Upon determination that information is no longer operationally necessary, Grelin Health will securely delete or de-identify such information. Retention periods vary depending on information category and processing purpose. Specific retention timelines are documented in Grelin Health's internal Records Retention Policy and are applied consistently across all information categories.
9. Information Security Safeguards
Grelin Health implements comprehensive administrative, technical, and physical security controls designed to protect personal information from unauthorized access, use, disclosure, alteration, and destruction. These controls are applied commensurate with information sensitivity and regulatory requirements:
• Data Encryption: Encryption of data in transit utilizing industry-standard Transport Layer Security (TLS) protocols and encryption of data at rest within production environments using FIPS-validated cryptographic algorithms.
• Access Controls: Role-based access control (RBAC) implementation, multi-factor authentication (MFA) requirements, and least-privilege access principles governing personnel information access.
• Network Security Infrastructure: Advanced network segmentation, firewall protection, intrusion detection and prevention systems (IDPS), and continuous security monitoring.
• Personnel Security: Background verification for personnel with information access, mandatory security awareness training, and periodic security certification renewal.
• Vendor Governance: Comprehensive due diligence procedures for service providers and sub-processors, contractual security requirements, and continuous compliance oversight.
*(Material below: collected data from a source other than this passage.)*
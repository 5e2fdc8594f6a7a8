import { data, Form, Link, redirect } from "react-router"
import { z } from "zod"
import { dayInZone, dayWords, timeWords } from "~/domain/calendar"
import { noSessionCookie } from "~/platform/session-cookie.server"
import { endSession } from "~/services/people/end-session.server"
import { findPlaces } from "~/services/people/find-places.server"
import { listSessions } from "~/services/people/list-sessions.server"
import { Button } from "~/ui/forms/button"
import { PlainPage } from "~/ui/layout/plain-page"
import { admits, guard } from "../guard.server"
import type { Route } from "./+types/sessions"
import { browserWords } from "./browser-words"
import { settingCookies } from "./cookie-headers.server"

export const meta: Route.MetaFunction = () => [{ title: "Where you are signed in · Waxbill" }]

export const loader = guard(admits.signedIn, async (_args: Route.LoaderArgs, { person }) => {
	// Times are told where the person works or buys.
	const zone = (await findPlaces(person.id))[0]?.timeZone ?? "UTC"
	const words = (at: Date) => `${dayWords(dayInZone(at, zone))}, ${timeWords(at, zone)}`
	const open = await listSessions(person.id)
	return {
		zone,
		sessions: open.map(({ id, userAgent, createdAt, expiresAt }) => ({
			id,
			browser: browserWords(userAgent),
			since: words(createdAt),
			until: dayWords(dayInZone(expiresAt, zone)),
			isThis: id === person.sessionId,
		})),
	}
})

export const action = guard(admits.signedIn, async ({ request }: Route.ActionArgs, { person }) => {
	const sessionId = z.guid().safeParse((await request.formData()).get("sessionId"))
	if (!sessionId.success) throw data(null, { status: 404 })
	await endSession(person.id, sessionId.data)
	if (sessionId.data !== person.sessionId) return redirect("/account/sessions")
	return redirect("/sign-in", { headers: settingCookies([noSessionCookie()]) })
})

export default function Sessions({ loaderData: { sessions, zone } }: Route.ComponentProps) {
	return (
		<PlainPage
			title="Where you are signed in"
			lead={`Each lasts 30 days from signing in. End one that you do not know or use no more. Times are for ${zone.replaceAll("_", " ")}.`}
		>
			<ul className="border-t border-ink">
				{sessions.map((session) => (
					<li
						key={session.id}
						className="flex flex-wrap items-center justify-between gap-x-4 gap-y-2 border-b border-rule py-3"
					>
						<div>
							<h2 className="name">
								{session.browser}
								{session.isThis && " (this one)"}
							</h2>
							<p>
								Since {session.since}; good until {session.until}
							</p>
						</div>
						<Form method="post">
							<input type="hidden" name="sessionId" value={session.id} />
							<Button aria-label={`End ${session.browser}, since ${session.since}`}>
								{session.isThis ? "Sign out here" : "End it"}
							</Button>
						</Form>
					</li>
				))}
			</ul>
			<p className="mt-4">
				<Link className="underline underline-offset-4" to="/account">
					Your account
				</Link>
			</p>
		</PlainPage>
	)
}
• Incident Response: Documented incident response procedures including detection, investigation, containment, remediation, and notification protocols consistent with applicable legal requirements.
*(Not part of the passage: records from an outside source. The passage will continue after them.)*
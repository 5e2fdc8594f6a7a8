import { createHash } from "node:crypto"
import { createServer, request as httpRequest } from "node:http"
import type { AddressInfo } from "node:net"
import { brotliDecompressSync } from "node:zlib"
import express from "express"
import { afterEach, describe, expect, test } from "vitest"
import { renderedCopies, sharedReading } from "~/platform/rendered-copy.server"

/** A reading whose answers come when the test says so. */
function heldReading() {
	const begun: { key: string; answer: (value: string) => void; fail: (error: Error) => void }[] = []
	const read = (key: string) =>
		new Promise<string>((answer, fail) => {
			begun.push({ key, answer, fail })
		})
	return { begun, read: sharedReading(read) }
}

/** Lets everything that waits on settled promises run. */
const settle = () => new Promise<void>((resolve) => setImmediate(resolve))

describe("a shared reading", () => {
	test("is never one that began before the request came", async () => {
		const { begun, read } = heldReading()
		const first = read("shop")
		const second = read("shop")
		const third = read("shop")
		expect(begun).toHaveLength(1)
		begun[0]?.answer("before the sale")
		expect(await first).toBe("before the sale")
		await settle()
		// Those who came while the first was under way wait together for one reading of their own.
		expect(begun).toHaveLength(2)
		const fourth = read("shop")
		begun[1]?.answer("after the sale")
		expect(await Promise.all([second, third])).toEqual(["after the sale", "after the sale"])
		await settle()
		expect(begun).toHaveLength(3)
		begun[2]?.answer("later still")
		expect(await fourth).toBe("later still")
	})

	test("begins at once when none is under way, and keeps shops apart", async () => {
		const { begun, read } = heldReading()
		const [one, other] = [read("one"), read("other")]
		expect(begun.map(({ key }) => key)).toEqual(["one", "other"])
		begun[1]?.answer("b")
		begun[0]?.answer("a")
		expect(await Promise.all([one, other])).toEqual(["a", "b"])
		await settle()
		void read("one")
		expect(begun).toHaveLength(3)
	})

	test("that fails is no answer for those who wait for the next", async () => {
		const { begun, read } = heldReading()
		const first = read("shop")
		const second = read("shop")
		begun[0]?.fail(new Error("database away"))
		await expect(first).rejects.toThrow("database away")
		await settle()
		begun[1]?.answer("back again")
		expect(await second).toBe("back again")
	})
})

const closers: (() => void)[] = []
afterEach(() => {
	for (const close of closers.splice(0)) close()
})

type Answer = { status: number; headers: Record<string, string | string[] | undefined>; body: Buffer }
type Asked = { method?: string; headers?: Record<string, string> }

/** A server whose pages say what `content` is at the moment they are rendered, each answer with a nonce of its own. */
async function startShop(shop: {
	stamp: (key: string) => Promise<string | null>
	content: (key: string) => Promise<string>
	answerHeaders?: Record<string, string>
	status?: number
}) {
	let renders = 0
	const app = express()
	app.disable("etag")
	app.use(
		renderedCopies({
			keyOf: (request) => (request.path.startsWith("/shop/") ? request.url : null),
			stampOf: shop.stamp,
			render: async (request) => {
				renders += 1
				const nonce = `n${renders}`
				const words = await shop.content(new URL(request.url).pathname)
				const html = `<script nonce="${nonce}">go()</script><script nonce="${nonce}" src="/a.js"></script><p>${words}</p>`
				const policy = `default-src 'self'; script-src 'self' 'nonce-${nonce}'`
				const headers = { "Content-Security-Policy": policy, ...shop.answerHeaders }
				return new Response(html, { status: shop.status ?? 200, headers })
			},
			origin: "http://shop.example.test",
		}),
	)
	app.use((_request, response) => {
		response.status(418).end("by the page itself")
	})
	const server = createServer(app)
	await new Promise<void>((resolve) => server.listen(0, "127.0.0.1", resolve))
	closers.push(() => {
		server.closeAllConnections()
		server.close()
	})
	const { port } = server.address() as AddressInfo
	const get = (path: string, { method = "GET", headers = {} }: Asked = {}) =>
		new Promise<Answer>((resolve, reject) => {
			const sent = httpRequest({ host: "127.0.0.1", port, path, method, headers }, async (response) => {
				const parts: Buffer[] = []
				for await (const part of response) parts.push(part)
				resolve({ status: response.statusCode ?? 0, headers: response.headers, body: Buffer.concat(parts) })
			})
			sent.on("error", reject).end()
		})
	return { get, renders: () => renders }
}

describe("a rendered copy", () => {
	test("is rendered once and sent again byte for byte until what it goes by changes", async () => {
		let sold = 0
		const { get, renders } = await startShop({
			stamp: async () => `v${sold}`,
			content: async () => `${9 - sold} left`,
		})
		const [first, second] = [await get("/shop/larkmoor"), await get("/shop/larkmoor")]
		expect(renders()).toBe(1)
		expect(second.body).toEqual(first.body)
		expect(second.headers.etag).toBe(first.headers.etag)
		expect(first.headers["cache-control"]).toBe("no-cache")
		expect(first.headers["content-length"]).toBe(String(first.body.length))
		sold = 1
		const third = await get("/shop/larkmoor")
		expect(third.body.toString()).toContain("8 left")
		expect(third.headers.etag).not.toBe(first.headers.etag)
		expect(renders()).toBe(2)
	})

	test("carries no nonce: its one inline script is named by the hash of what it holds", async () => {
		const { get } = await startShop({ stamp: async () => "v1", content: async () => "9 left" })
		const { headers, body } = await get("/shop/larkmoor")
		expect(body.toString()).toBe('<script>go()</script><script src="/a.js"></script><p>9 left</p>')
		const hash = createHash("sha256").update("go()").digest("base64")
		expect(headers["content-security-policy"]).toBe(`default-src 'self'; script-src 'self' 'sha256-${hash}'`)
	})

	test("changed while it is rendered may be newer than its stamp, but is not taken for the new one", async () => {
		let version = 1
		let release = () => {}
		const held = new Promise<void>((resolve) => {
			release = resolve
		})
		const { get, renders } = await startShop({
			stamp: async () => `v${version}`,
			content: async () => {
				if (version === 1) await held
				return `version ${version}`
			},
		})
		const slow = get("/shop/larkmoor")
		await expect.poll(renders).toBe(1)
		version = 2
		const quick = await get("/shop/larkmoor")
		release()
		expect((await slow).body.toString()).toContain("version 2")
		expect(quick.body.toString()).toContain("version 2")
		// The slow one came last and is kept under the old stamp: it must not be sent as the new one.
		expect((await get("/shop/larkmoor")).body.toString()).toContain("version 2")
		version = 3
		expect((await get("/shop/larkmoor")).body.toString()).toContain("version 3")
	})

	test("is answered with 304 and nothing else to who has it, under the tag of its encoding", async () => {
		const { get } = await startShop({ stamp: async () => "v1", content: async () => "9 left" })
		const plain = await get("/shop/larkmoor")
		const brotli = await get("/shop/larkmoor", { headers: { "accept-encoding": "gzip, br" } })
		expect(brotli.headers["content-encoding"]).toBe("br")
		expect(brotliDecompressSync(brotli.body)).toEqual(plain.body)
		expect(brotli.headers.etag).not.toBe(plain.headers.etag)
		expect(plain.headers.vary).toBe("Accept-Encoding")
		const tag = String(plain.headers.etag)
		expect(tag).toMatch(/^"[^"]+"$/)
		for (const known of [tag, `W/${tag}`, `"other", ${tag}`, "*"]) {
			const again = await get("/shop/larkmoor", { headers: { "if-none-match": known } })
			expect(again).toMatchObject({ status: 304, headers: { etag: tag } })
			expect(again.body).toHaveLength(0)
		}
		const other = await get("/shop/larkmoor", { headers: { "if-none-match": String(brotli.headers.etag) } })
		expect(other.status).toBe(200)
	})

	test("answers HEAD with the head alone, and leaves a post to the pages", async () => {
		const { get, renders } = await startShop({ stamp: async () => "v1", content: async () => "9 left" })
		const head = await get("/shop/larkmoor", { method: "HEAD" })
		const whole = await get("/shop/larkmoor")
		expect(head).toMatchObject({ status: 200, headers: { etag: whole.headers.etag } })
		expect(head.headers["content-length"]).toBe(String(whole.body.length))
		expect(head.body).toHaveLength(0)
		expect(renders()).toBe(1)
		expect((await get("/shop/larkmoor", { method: "POST" })).status).toBe(418)
	})

	test.each([
		["an unknown yard", { stamp: async () => null }],
		["a database that is away", { stamp: () => Promise.reject(new Error("away")) }],
		["a page that sets a cookie", { answerHeaders: { "Set-Cookie": "a=b" } }],
		["a page that is not found", { status: 404 }],
		["a page that cannot be rendered", { content: () => Promise.reject(new Error("broken")) }],
	])("is not made of %s: the pages answer", async (_what, shop) => {
		const { get } = await startShop({ stamp: async () => "v1", content: async () => "9 left", ...shop })
		expect(await get("/shop/larkmoor")).toMatchObject({ status: 418, body: Buffer.from("by the page itself") })
		expect((await get("/elsewhere")).status).toBe(418)
	})

	test("is rendered once for many who come together", async () => {
		const { get, renders } = await startShop({ stamp: async () => "v1", content: async () => "9 left" })
		const answers = await Promise.all(Array.from({ length: 30 }, () => get("/shop/larkmoor")))
		expect(new Set(answers.map(({ headers }) => headers.etag)).size).toBe(1)
		expect(renders()).toBe(1)
	})

	test("is one of two hundred at most: the one asked for longest ago goes first", async () => {
		const { get, renders } = await startShop({ stamp: async () => "v1", content: async (key) => key })
		for (let n = 0; n < 200; n += 1) await get(`/shop/yard-${n}`)
		await get("/shop/yard-0")
		expect(renders()).toBe(200)
		await get("/shop/yard-200")
		await get("/shop/yard-0")
		expect(renders()).toBe(201)
		await get("/shop/yard-1")
		expect(renders()).toBe(202)
	})
})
• Vulnerability Management: Regular security assessments, penetration testing, vulnerability scanning, and timely remediation of identified deficiencies.
• Business Continuity: Disaster recovery and business continuity planning to ensure information availability and integrity.
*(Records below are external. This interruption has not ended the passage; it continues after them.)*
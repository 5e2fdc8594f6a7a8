import type { Day } from "~/domain/calendar"

/** What moves a store's balance, in the order in which things of one day stand on its statement. */
export const entryKinds = ["invoice", "credit", "payment", "return", "discount", "write-off"] as const
export type EntryKind = (typeof entryKinds)[number]

/** One line of a statement. `cents` is the amount as it stands on its own paper; below zero it takes back an earlier one. */
export type Entry = { on: Day; kind: EntryKind; cents: number }

/** What an entry does to the balance: invoices and money that went back raise it, all else lowers it. In cents. */
export function effectOf({ kind, cents }: Pick<Entry, "kind" | "cents">): number {
	return kind === "invoice" || kind === "return" ? cents : -cents
}

/** Entries in order, each with the balance after it. Begins with what was brought forward; cents. */
export function runBalance<Line extends Pick<Entry, "kind" | "cents">>(
	broughtForwardCents: number,
	entries: readonly Line[],
): (Line & { balanceCents: number })[] {
	let balanceCents = broughtForwardCents
	return entries.map((entry) => {
		balanceCents += effectOf(entry)
		return { ...entry, balanceCents }
	})
}

/** What a statement is about: both days belong to it. */
export type StatementRange = { from: Day; until: Day }

/** The sums at the end of a statement, in cents. */
export type StatementSums = {
	broughtForwardCents: number
	/** Of the range, by kind, as they stand on their own papers. */
	byKind: Record<EntryKind, number>
	closingCents: number
}

/** The balance at the end: what was brought forward, + invoices − credits − payments + returns − discounts − write-offs. */
export function closingBalance(broughtForwardCents: number, byKind: Readonly<Record<EntryKind, number>>): number {
	return entryKinds.reduce((sum, kind) => sum + effectOf({ kind, cents: byKind[kind] }), broughtForwardCents)
}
Grelin Health acknowledges that no internet transmission method or electronic storage system provides absolute security. While we implement commercially reasonable security measures consistent with industry best practices, we cannot guarantee absolute information security. Users retain responsibility for maintaining credential confidentiality and exercising appropriate care when transmitting information to Grelin Health.
10. Privacy Inquiries and Data Subject Requests
Grelin Health is committed to addressing privacy inquiries, data subject requests, and concerns regarding our information handling practices. Should you have questions regarding this Privacy Policy, our data governance practices, or wish to exercise your privacy rights, please direct your inquiry to our Privacy Office using the contact information provided below.
Primary Contact Information
Organization: Grelin Health, Inc.
Privacy Office Email: Compliance@grelinhealth.com
Response Timeline: Grelin Health commits to acknowledging all privacy inquiries and data subject requests within five (5) business days of receipt. Comprehensive responses to documented requests will be provided within thirty (30) calendar days, consistent with applicable legal requirements.
When submitting privacy inquiries or data subject requests, please provide sufficient information to enable Grelin Health to accurately identify you and process your request. This may include your name, email address, organization affiliation, and a clear description of your inquiry or request.